Unfortunately, U.S. patent law creates disincentives for searching through patents, even though one of the main justifications given for the patent system is that the patent teaches the public how to practice an invention that might otherwise be secret. Willful infringement subjects the infringer to enhanced damages when they are aware of the patent and intend to infringe, and reading patents increases the probability that subsequent infringement will be found to be willful. Moreover, we find that developers often assume that the patents they discover are broader in scope than they actually are, and thus such developers become overly or needlessly worried. If, despite this, you do intend to conduct a patent search, you should seek legal advice first.
That said, I'm happy to live and work in Europe where we don't need to deal with this crap.
Thankfully, Art. 52 of the European Patent Convention is pretty sensible in that it does not regard discoveries, scientific theories and mathematical methods, aesthetic creations, and "schemes, rules and methods for performing mental acts, playing games or doing business, and programs for computers" as patentable subject matter.[1]
[1] http://www.epo.org/law-practice/legal-texts/html/epc/2010/e/...
As for PCT. Patents enter the national or regional phase and get examined against the local patent law. Some countries may be inclined to rubber stamp already granted patents (saving time and money). Certainly USA searches for PCT used to be the only ones that were guaranteed _not_ to be thorough!
Something where someone could submit a piece of prior art and for each of the claims in the patent describe how the prior art invalidates that claim. Plus some sort of discussion forum for people to discuss the prior art.
A few companies did launch in this space about a decade back (offering bounties that would be paid by companies getting sued over the patents), but no-one seems to have really succeeded in gaining traction.
I was hoping to use this program to build support for, and ultimately raise enough money to request, ex parte reexaminations of issued patents.
Would any of you have interest if I kept pushing for that idea?
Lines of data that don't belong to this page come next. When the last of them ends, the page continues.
/// Reads the whole document in written order.
pub fn read_document(file: &Path, document: &Document) -> Result<Written, ScoreError> {
    let root = document.root_element();
    let timewise = match root.tag_name().name() {
        "score-partwise" => false,
        "score-timewise" => true,
        other => {
            return Err(ScoreError::Unsupported {
                file: file.to_path_buf(),
                location: line_column(document, root),
                message: format!(
                    "the root element is <{other}>; a MusicXML score is <score-partwise> or <score-timewise>"
                ),
            });
        }
    };
    let mut written = Written {
        title: title(root),
        ..Written::default()
    };
    let list = part_list(root);

    // (part id, [(measure element, element holding the measure's content)])
    let mut sequences: Vec<(String, Vec<(Node, Node)>)> = Vec::new();
    // Index by id: a hostile file may list very many parts.
    let mut positions: HashMap<&str, usize> = HashMap::new();
    if timewise {
        // score-timewise: measure > part. Converted to the partwise view by
        // collecting each part's content in measure order.
        for measure in root.children().filter(|node| node.has_tag_name("measure")) {
            for part in measure.children().filter(|node| node.has_tag_name("part")) {
                let id = part.attribute("id").unwrap_or("");
                match positions.get(id) {
                    Some(&position) => sequences[position].1.push((measure, part)),
                    None => {
                        positions.insert(id, sequences.len());
                        sequences.push((id.to_string(), vec![(measure, part)]));
                    }
                }
            }
        }
    } else {
        for part in root.children().filter(|node| node.has_tag_name("part")) {
            let id = part.attribute("id").unwrap_or("").to_string();
            let measures = part
                .children()
                .filter(|node| node.has_tag_name("measure"))
                .map(|measure| (measure, measure))
                .collect();
            sequences.push((id, measures));
        }
    }
    if sequences.is_empty() {
        return Err(ScoreError::Malformed {
            file: file.to_path_buf(),
            location: line_column(document, root),
            message: "the score has no <part>".into(),
        });
    }
    let list_index: HashMap<&str, &PartListEntry> = list
        .iter()
        .rev()
        .map(|entry| (entry.id.as_str(), entry))
        .collect();
    for (id, measures) in sequences {
        let info = list_index.get(id.as_str()).copied();
        let name = info
            .map(|entry| entry.name.clone())
            .filter(|name| !name.is_empty())
            .unwrap_or_else(|| id.clone());
        let part = read_part(file, &id, &name, info, &measures, &mut written.key)?;
        written.parts.push(part);
    }
    Ok(written)
}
Commercial example: http://www.articleonepartners.com/ "The World's Largest Patent Research Community"
Though apparently they've filed a patent application for crowdsourced vetting for compensation... http://arstechnica.com/tech-policy/news/2008/11/startup-crow...
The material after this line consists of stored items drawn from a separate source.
#[test]
fn transposing_parts_and_microtones_sound_where_they_should() {
    // MusicXML <transpose>: sounding = written + chromatic + 12 · octave-change.
    // A tenor in the octave treble clef written G4 sounds G3 = 55; a B-flat
    // clarinet (chromatic −2) written D5 sounds C5 = 72. <alter> 0.5 is a
    // quarter-tone sharp: F4 + 0.5 = 65.5.
    let xml = r#"<score-partwise version="4.0">
      <part-list>
        <score-part id="T"><part-name>Tenor</part-name></score-part>
        <score-part id="C"><part-name>Clarinet in B♭</part-name></score-part>
      </part-list>
      <part id="T"><measure number="1">
        <attributes><divisions>1</divisions>
          <clef><sign>G</sign><line>2</line><clef-octave-change>-1</clef-octave-change></clef>
          <transpose><diatonic>0</diatonic><chromatic>0</chromatic><octave-change>-1</octave-change></transpose>
        </attributes>
        <note><pitch><step>G</step><octave>4</octave></pitch><duration>1</duration></note>
        <note><pitch><step>F</step><alter>0.5</alter><octave>4</octave></pitch><duration>1</duration></note>
      </measure></part>
      <part id="C"><measure number="1">
        <attributes><divisions>1</divisions>
          <transpose><diatonic>-1</diatonic><chromatic>-2</chromatic></transpose>
        </attributes>
        <note><pitch><step>D</step><octave>5</octave></pitch><duration>2</duration></note>
      </measure></part>
    </score-partwise>"#;
    let piece = read(xml);
    let tenor: Vec<f64> = piece.parts[0].notes.iter().map(|note| note.midi).collect();
    assert_eq!(tenor, vec![55.0, 53.5]);
    assert_eq!(piece.parts[1].notes[0].midi, 72.0);
    assert_eq!(piece.parts[0].kind, PartKind::Voice);
    assert_eq!(piece.parts[1].kind, PartKind::Accompaniment);
}

#[test]
fn a_pickup_keeps_its_printed_number() {
    // A pickup (anacrusis) is printed as measure 0 with implicit="yes"
    // (MusicXML <measure>); it lasts only what it holds: one quarter in 3/4.
    let xml = one_part(&format!(
        r#"<measure number="0" implicit="yes">
          <attributes><divisions>1</divisions><time><beats>3</beats><beat-type>4</beat-type></time></attributes>
          <note>{g}<duration>1</duration></note>
        </measure>
        <measure number="1"><note>{c}<duration>3</duration></note></measure>"#,
        g = pitch("G", 4),
        c = pitch("C", 5),
    ));
    let piece = read(&xml);
    assert_eq!(numbers(&piece), vec!["0", "1"]);
    assert_eq!(piece.measures[1].onset_quarters, 1.0);
    assert_eq!(piece.measures[0].duration_quarters, 1.0);
    assert_eq!(piece.parts[0].notes[1].measure, "1");
    assert_eq!(piece.parts[0].notes[1].measure_index, 1);
}

/// Measures 1–5, each one whole note of a different pitch, with a forward
/// repeat at 1, a first ending at 3 (with the backward repeat) and a second
/// ending at 4.
fn with_endings() -> String {
    let whole = |step: &str| format!("<note>{}<duration>4</duration></note>", pitch(step, 4));
    one_part(&format!(
        r#"<measure number="1">
          <attributes><divisions>1</divisions></attributes>
          <barline location="left"><bar-style>heavy-light</bar-style><repeat direction="forward"/></barline>
          {c}</measure>
        <measure number="2">{d}</measure>
        <measure number="3">
          <barline location="left"><ending number="1" type="start"/></barline>
          {e}
          <barline location="right"><bar-style>light-heavy</bar-style><ending number="1" type="stop"/><repeat direction="backward"/></barline>
        </measure>
        <measure number="4">
          <barline location="left"><ending number="2" type="start"/></barline>
          {f}
          <barline location="right"><ending number="2" type="discontinue"/></barline>
        </measure>
        <measure number="5">{g}</measure>"#,
        c = whole("C"),
        d = whole("D"),
        e = whole("E"),
        f = whole("F"),
        g = whole("G"),
    ))
}

#[test]
fn repeats_with_first_and_second_endings_unroll_in_performance_order() {
    // Common practice: play 1 2 3 (first ending), repeat from the forward
    // repeat, play 1 2, skip the first ending, take the second (4), go on (5).
    let piece = read(&with_endings());
    assert_eq!(numbers(&piece), vec!["1", "2", "3", "1", "2", "4", "5"]);
    let onsets_quarters: Vec<f64> = piece.measures.iter().map(|m| m.onset_quarters).collect();
    assert_eq!(onsets_quarters, vec![0.0, 4.0, 8.0, 12.0, 16.0, 20.0, 24.0]);
    let pitches: Vec<f64> = piece.parts[0].notes.iter().map(|note| note.midi).collect();
    assert_eq!(pitches, vec![60.0, 62.0, 64.0, 60.0, 62.0, 65.0, 67.0]);
    // The second C is in performance measure 4 (index 3), printed "1".
    assert_eq!(piece.parts[0].notes[3].measure_index, 3);
    assert_eq!(piece.parts[0].notes[3].measure, "1");

    // --no-repeats: as written.
    let written = read_with(
        &with_endings(),
        ReadOptions {
            unroll_repeats: false,
        },
    );
    assert_eq!(numbers(&written), vec!["1", "2", "3", "4", "5"]);
}

#[test]
fn a_backward_repeat_without_forward_goes_to_the_start_and_times_counts_passes() {
    // MusicXML <repeat times="3">: the section is played three times; with
    // no forward repeat the section starts at the beginning (common practice).
    let xml = one_part(&format!(
        r#"<measure number="1"><attributes><divisions>1</divisions></attributes>{c}</measure>
        <measure number="2">{c}<barline location="right"><repeat direction="backward" times="3"/></barline></measure>
        <measure number="3">{c}</measure>"#,
        c = format!("<note>{}<duration>4</duration></note>", pitch("C", 4)),
    ));
    assert_eq!(
        numbers(&read(&xml)),
        vec!["1", "2", "1", "2", "1", "2", "3"]
    );
}

#[test]
fn da_capo_al_fine_unrolls_and_printed_words_alone_are_reported() {
    // <sound fine="yes"> and <sound dacapo="yes"> carry the playback meaning
    // (MusicXML <sound>): 1 2 3, back to the start, stop at Fine after 2.
    let note = format!("<note>{}<duration>4</duration></note>", pitch("A", 4));
    let xml = one_part(&format!(
        r#"<measure number="1"><attributes><divisions>1</divisions></attributes>{note}</measure>
        <measure number="2">{note}<direction><direction-type><words>Fine</words></direction-type><sound fine="yes"/></direction></measure>
        <measure number="3">{note}<direction><direction-type><words>D.C. al Fine</words></direction-type><sound dacapo="yes"/></direction></measure>"#
    ));
    let piece = read(&xml);
    assert_eq!(numbers(&piece), vec!["1", "2", "3", "1", "2"]);
    assert!(
        piece
            .warnings
            .iter()
            .any(|w| w.contains("measure 3") && w.contains("unrolled"))
    );

    // The same words with no <sound>: detected, reported, not unrolled.
    let printed = one_part(&format!(
        r#"<measure number="1"><attributes><divisions>1</divisions></attributes>{note}</measure>
        <measure number="2">{note}<direction><direction-type><words>D.S. al Coda</words></direction-type></direction></measure>"#
    ));
    let piece = read(&printed);
    assert_eq!(numbers(&piece), vec!["1", "2"]);
    assert!(
        piece.warnings.iter().any(|w| w.contains("measure 2")
            && w.contains("D.S. al Coda")
            && w.contains("not unrolled")),
        "{:?}",
        piece.warnings
    );
}

#[test]
fn tempo_marks_from_any_part_drive_one_clock() {
    // Seconds = Σ quarters · 60 / tempo over the tempo map.
    // m1: <sound tempo="60"> → 4 quarters = 4 s.
    // m2: metronome dotted quarter = 80 → 80 · 1.5 = 120 quarters/min → 2 s.
    // m3: the alto part alone has <sound tempo="240"> on beat 3: the first two
    //     quarters take 1 s at 120, the last two 0.5 s at 240 — for the
    //     soprano too, because tempo belongs to the whole score.
    let soprano = format!(
        r#"<measure number="1"><attributes><divisions>1</divisions></attributes>
          <direction><direction-type><words>Adagio</words></direction-type><sound tempo="60"/></direction>
          <note>{c}<duration>4</duration></note></measure>
        <measure number="2">
          <direction><direction-type><metronome><beat-unit>quarter</beat-unit><beat-unit-dot/><per-minute>80</per-minute></metronome></direction-type></direction>
          <note>{c}<duration>4</duration></note></measure>
        <measure number="3"><note>{c}<duration>2</duration></note><note>{c}<duration>2</duration></note></measure>"#,
        c = pitch("C", 5)
    );
    let alto = format!(
        r#"<measure number="1"><attributes><divisions>1</divisions></attributes><note><rest/><duration>4</duration></note></measure>
        <measure number="2"><note><rest/><duration>4</duration></note></measure>
        <measure number="3"><note><rest/><duration>2</duration></note>
          <direction><direction-type><words>Presto</words></direction-type><sound tempo="240"/></direction>
          <note>{a}<duration>2</duration></note></measure>"#,
        a = pitch("A", 4)
    );
    let xml = format!(
        r#"<score-partwise version="4.0"><part-list>
          <score-part id="S"><part-name>Soprano</part-name></score-part>
          <score-part id="A"><part-name>Alto</part-name></score-part></part-list>
          <part id="S">{soprano}</part><part id="A">{alto}</part></score-partwise>"#
    );
    let piece = read(&xml);
    let soprano: Vec<(f64, f64)> = piece.parts[0]
        .notes
        .iter()
        .map(|note| (note.onset_seconds, note.duration_seconds))
        .collect();
    assert_eq!(
        soprano,
        vec![(0.0, 4.0), (4.0, 2.0), (6.0, 1.0), (7.0, 0.5)]
    );
    let measure_seconds: Vec<f64> = piece.measures.iter().map(|m| m.onset_seconds).collect();
    assert_eq!(measure_seconds, vec![0.0, 4.0, 6.0]);
    assert!(piece.warnings.is_empty(), "{:?}", piece.warnings);
}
The Patent Office itself should crowd-source the software community looking for prior art before a patent is issued in the first place.
1. Software for a general-purpose digital computer is equivalent to a mathematical algorithm, and therefore not statutory material for a patent.
2. If the all the novelty and non-obviousness in a claim is contained in software, then that claim is not patentable.
3. Software as an element of an otherwise patentable claim does not make the entire claim unpatentable. This is nothing more than the complement of 2. Don't read it in any way inconsistent with 2.
4. Don't read 3 in a way that's inconsistent with 1 and 2. Pay attention to 1, 2 and 3. They are the policy.
Like my policy? I hope so, but they'll never listen to it. If they don't listen to the Supreme Court, they won't listen to anyone. 1 is Benson, 2 is Flook, 3 is Diehr, and 4 is Bilski.
As far as I can tell, Apple has patented something that has been produced before, and the website is requesting evidence of that to undo the patent?